04 May 2009

Merleau-Ponty and Post-Modernism

I finished reading the required chapters in Merleau-Ponty's Phenomenology of Perception last night. For the most part, I was impressed. This is the first time I've ever encountered a non-taiji player describing something like the bodily sensations that I notice in push-hands, the way the body can move before conscious thought sets in. I felt like 90% of what Merleau-Ponty was saying made perfect sense and was exactly the way I myself experienced things like the body and time.

But one thing troubles me. I can see little pointers scattered through the text that almost certainly paved the way for the post-modern movement. I have no problem with the idea that nothing can be known with absolute certainty, but post-modernism generally doesn't tack on those last three words. It tends towards an absolute relativism that I find to be at odds with the phenomenological reduction. Rather than putting the world in brackets, and not worrying about what the phenomena can or can't tell us about that [world], post-modernists seem to bury the world entirely. Essentially, there are no facts, and all viewpoints are equally valid.
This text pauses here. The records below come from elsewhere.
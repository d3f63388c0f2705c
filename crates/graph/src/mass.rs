//! Masses of molecules and ions.
//!
//! Sums are made in whole units of 10⁻¹² dalton, so that they don't depend on the order of the atoms:
//! a renumbered drawing has the same mass to the last digit.

use thiserror::Error;

use crate::Element;

/// Units in a dalton. The tables have at most twelve decimals.
const UNITS: f64 = 1e12;

/// The mass of the electron in units: 0.000548579909 Da (CODATA 2018, 5.48579909065(16)e-4).
const ELECTRON: i128 = 548_579_909;

/// A mass, and how much of it is convention.
#[derive(Clone, Copy, Debug, PartialEq)]
pub struct Mass {
    dalton: f64,
    uses_longest_lived: bool,
}

impl Mass {
    /// The mass of one molecule or ion in dalton; for an average, also the molar mass in g/mol.
    #[must_use]
    pub const fn dalton(self) -> f64 {
        self.dalton
    }

    /// Whether an element without natural composition took part by its longest-lived nuclide.
    #[must_use]
    pub const fn uses_longest_lived(self) -> bool {
        self.uses_longest_lived
    }
}

/// Why a set of atoms has no mass.
#[derive(Clone, Copy, Debug, Error, PartialEq, Eq)]
#[non_exhaustive]
pub enum MassError {
    /// An atom doesn't say which element it is.
    #[error("an atom of unknown element has no mass")]
    UnknownElement,
    /// An atom is labelled with a mass number that no known nuclide of its element has.
    #[error("no mass is known for {element} with mass number {mass_number}")]
    UnknownIsotope {
        /// The element of the atom.
        element: Element,
        /// Its label.
        mass_number: u16,
    },
}

/// The average mass: standard atomic weights, but the nuclide's own mass for labelled atoms.
///
/// `atoms` are element, isotope label and count, in any order and any number of times. The mass of
/// `charge` electrons is taken off (added for anions), so the result is that of the ion.
///
/// # Errors
/// [`MassError`] for a wildcard, or a label that AME2020 doesn't list; never for an element without
/// standard weight: then the mass of its longest-lived nuclide is used, and the result says so.
///
/// # Complexity
/// Linear in the items of `atoms`.
///
/// # Source
/// CIAAW 2021: Prohaska et al., Pure Appl. Chem. 2022, 94, 573.
///
/// # Examples
/// ```
/// use molkin_graph::{Element, average_mass};
///
/// let water = [(Element::HYDROGEN, None, 2), (Element::OXYGEN, None, 1)];
/// assert_eq!(average_mass(water, 0)?.dalton(), 18.015);
/// # Ok::<(), molkin_graph::MassError>(())
/// ```
pub fn average_mass(
    atoms: impl IntoIterator<Item = (Element, Option<u16>, u32)>,
    charge: i32,
) -> Result<Mass, MassError> {
    sum(atoms, charge, Element::standard_weight)
}

/// The monoisotopic mass: of each element the nuclide most abundant in nature, unless labelled.
///
/// Arguments, errors, complexity and the treatment of charge are those of [`average_mass`].
///
/// # Source
/// AME2020: Wang et al., Chin. Phys. C 2021, 45, 030003. Abundances: CIAAW 2021.
///
/// # Examples
/// ```
/// use molkin_graph::{Element, monoisotopic_mass};
///
/// let chloroform_d = [(Element::CARBON, None, 1), (Element::HYDROGEN, Some(2), 1), (Element::CHLORINE, None, 3)];
/// assert_eq!(monoisotopic_mass(chloroform_d, 0)?.dalton(), 118.920659859844);
/// # Ok::<(), molkin_graph::MassError>(())
/// ```
pub fn monoisotopic_mass(
    atoms: impl IntoIterator<Item = (Element, Option<u16>, u32)>,
    charge: i32,
) -> Result<Mass, MassError> {
    sum(atoms, charge, |element| {
        element.isotope_mass(element.most_abundant_isotope()?)
    })
}

/// Adds up the atoms; `unlabelled` gives the mass of an atom without label where nature defines one.
fn sum(
    atoms: impl IntoIterator<Item = (Element, Option<u16>, u32)>,
    charge: i32,
    unlabelled: impl Fn(Element) -> Option<f64>,
) -> Result<Mass, MassError> {
    let mut total = -i128::from(charge) * ELECTRON;
    let mut uses_longest_lived = false;
    for (element, label, count) in atoms {
        let mass = match label {
            Some(mass_number) => labelled(element, mass_number)?,
            None => match unlabelled(element) {
                Some(mass) => mass,
                None => {
                    uses_longest_lived |= count > 0;
                    longest_lived(element)?
                }
            },
        };
        // An atom is below 300 Da, 3e14 units, exact in a double; a u32 of them is below 2e24, and
        // i128 holds more than 1e13 such items.
        total = total.saturating_add((mass * UNITS).round() as i128 * i128::from(count));
    }
    Ok(Mass {
        dalton: total as f64 / UNITS,
        uses_longest_lived,
    })
}

fn labelled(element: Element, mass_number: u16) -> Result<f64, MassError> {
    if element == Element::WILDCARD {
        return Err(MassError::UnknownElement);
    }
    element
        .isotope_mass(mass_number)
        .ok_or(MassError::UnknownIsotope {
            element,
            mass_number,
        })
}

fn longest_lived(element: Element) -> Result<f64, MassError> {
    let mass_number = element
        .mass_number_of_longest_lived()
        .ok_or(MassError::UnknownElement)?;
    labelled(element, mass_number)
}

#[cfg(test)]
mod tests {
    use rstest::rstest;

    use super::{Mass, MassError, average_mass, monoisotopic_mass};
    use crate::Element;

    /// Reads `C:2 H@2:3 O`: symbol, label after `@`, count after `:`.
    fn atoms(text: &str) -> Vec<(Element, Option<u16>, u32)> {
        text.split_whitespace()
            .map(|word| {
                let (atom, count) = word.split_once(':').unwrap_or((word, "1"));
                let (symbol, label) = match atom.split_once('@') {
                    Some((symbol, label)) => (symbol, Some(label.parse().unwrap())),
                    None => (atom, None),
                };
                let element = Element::from_symbol(symbol).unwrap_or(Element::WILDCARD);
                (element, label, count.parse().unwrap())
            })
            .collect()
    }

    #[track_caller]
    fn check(found: Result<Mass, MassError>, expected: f64) {
        let found = found.unwrap();
        assert!(
            (found.dalton() - expected).abs() < 5e-9,
            "{}",
            found.dalton()
        );
    }

    // Sums by hand of CIAAW 2021 abridged weights, and of AME2020 masses where labelled or charged.
    #[rstest]
    #[case::methane("C H:4", 0, 16.043)]
    #[case::caffeine("C:8 H:10 N:4 O:2", 0, 194.194)]
    #[case::heavy_water("H@2:2 O", 0, 20.027203555688)]
    #[case::sodium_ion("Na", 1, 22.989220700091)]
    #[case::chloride("Cl", -1, 35.450548579909)]
    fn averages(#[case] items: &str, #[case] charge: i32, #[case] expected: f64) {
        check(average_mass(atoms(items), charge), expected);
    }

    // Sums by hand of AME2020 masses, electron 0.000548579909.
    #[rstest]
    #[case::methane("C H:4", 0, 16.031300127592)]
    #[case::caffeine("C:8 H:10 N:4 O:2", 0, 194.0803755745)]
    #[case::carbon_13_methane("C@13 H:4", 0, 17.034654962932)]
    #[case::proton("H", 1, 1.007276451989)]
    #[case::sodium_ion("Na", 1, 22.98922070204)]
    #[case::potassium_ion("K", 1, 38.963157904911)]
    #[case::ammonium("N H:4", 1, 18.033825551933)]
    #[case::formate("C H O:2", -1, 44.998202850327)]
    #[case::chloride("Cl", -1, 34.969401273909)]
    #[case::bromine("Br:2", 0, 157.836675148)]
    #[case::most_abundant_not_lightest("B", 0, 11.009305166)]
    #[case::nothing("", 0, 0.0)]
    fn monoisotopic(#[case] items: &str, #[case] charge: i32, #[case] expected: f64) {
        check(monoisotopic_mass(atoms(items), charge), expected);
    }

    // AME2020: 97Tc 96.906360720.
    #[test]
    fn elements_without_weight_use_the_longest_lived_nuclide_and_say_so() {
        let technetium = average_mass(atoms("Tc"), 0).unwrap();
        assert!(technetium.uses_longest_lived());
        assert!((technetium.dalton() - 96.90636072).abs() < 1e-6);
        assert!(
            monoisotopic_mass(atoms("Tc O:4"), -1)
                .unwrap()
                .uses_longest_lived()
        );
        assert!(
            !monoisotopic_mass(atoms("Tc@99 O:4"), -1)
                .unwrap()
                .uses_longest_lived()
        );
        assert!(
            !average_mass(atoms("U O:2"), 2)
                .unwrap()
                .uses_longest_lived()
        );
    }

    #[rstest]
    #[case("C *", MassError::UnknownElement)]
    #[case("C *@13", MassError::UnknownElement)]
    #[case("C@0 H:4", MassError::UnknownIsotope { element: Element::CARBON, mass_number: 0 })]
    #[case("C@999", MassError::UnknownIsotope { element: Element::CARBON, mass_number: 999 })]
    fn atoms_without_mass(#[case] items: &str, #[case] error: MassError) {
        assert_eq!(average_mass(atoms(items), 0), Err(error));
        assert_eq!(monoisotopic_mass(atoms(items), 0), Err(error));
    }

    #[test]
    fn the_order_of_atoms_does_not_change_a_digit() {
        let mut items = atoms("C:7 H@2 N O Cl@37:3 Se Hg C@13 H:11 Br I:2 C");
        let first = (
            average_mass(items.clone(), 1),
            monoisotopic_mass(items.clone(), 1),
        );
        for _ in 0..items.len() {
            items.rotate_left(1);
            assert_eq!(
                (
                    average_mass(items.clone(), 1),
                    monoisotopic_mass(items.clone(), 1)
                ),
                first
            );
        }
    }

    #[test]
    fn huge_counts_do_not_overflow() {
        let items = vec![(Element::OGANESSON, None, u32::MAX); 1000];
        assert!(average_mass(items, i32::MIN).unwrap().dalton() > 1e15);
    }
}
Pelletti commented that it was pointless to argue with real postmodernists, as they have no interest in coming to any sort of common truth; instead, it becomes nothing more than a game of manipulation and power.

He also gave a rather extreme example of a French post-modern philosopher (can't remember the name, but I think he was at Harvard) who scoffed at the idea that King Tut might have died of smallpox. Since smallpox wasn't discovered (read: created/invented) until the 1800's, it was completely impossible that King Tut could have died of it! Now, with the qualification that no one in King Tut's day would have known about smallpox, and therefore experientially he could not have died of smallpox, I can say, fine. But lacking that qualification...

Essentially (according to the pomos), there are no facts or truths. There are only ideas that have won some sort of ideological battle, and so are currently accepted. So ... if it was not accepted that rattlesnakes had deadly venom, would no one die of rattlesnake bites? If it was not accepted that people don't fall through solid material, would no one be able to walk down the street without sinking into the earth? Going by the post-modern perspective, these would both seem to be the case. It also becomes clear why this viewpoint is attractive to nutjobs of all stripes. If a non-philosopher justifies some bizarre idea by an appeal to post-modernism, I'd estimate that there's a 99.99999% chance that said person is a crackpot. This estimate is probably low.

Back to Merleau Ponty, I'm hoping to read the rest of the book after finals are done, and then I might have more to say specifically about his ideas.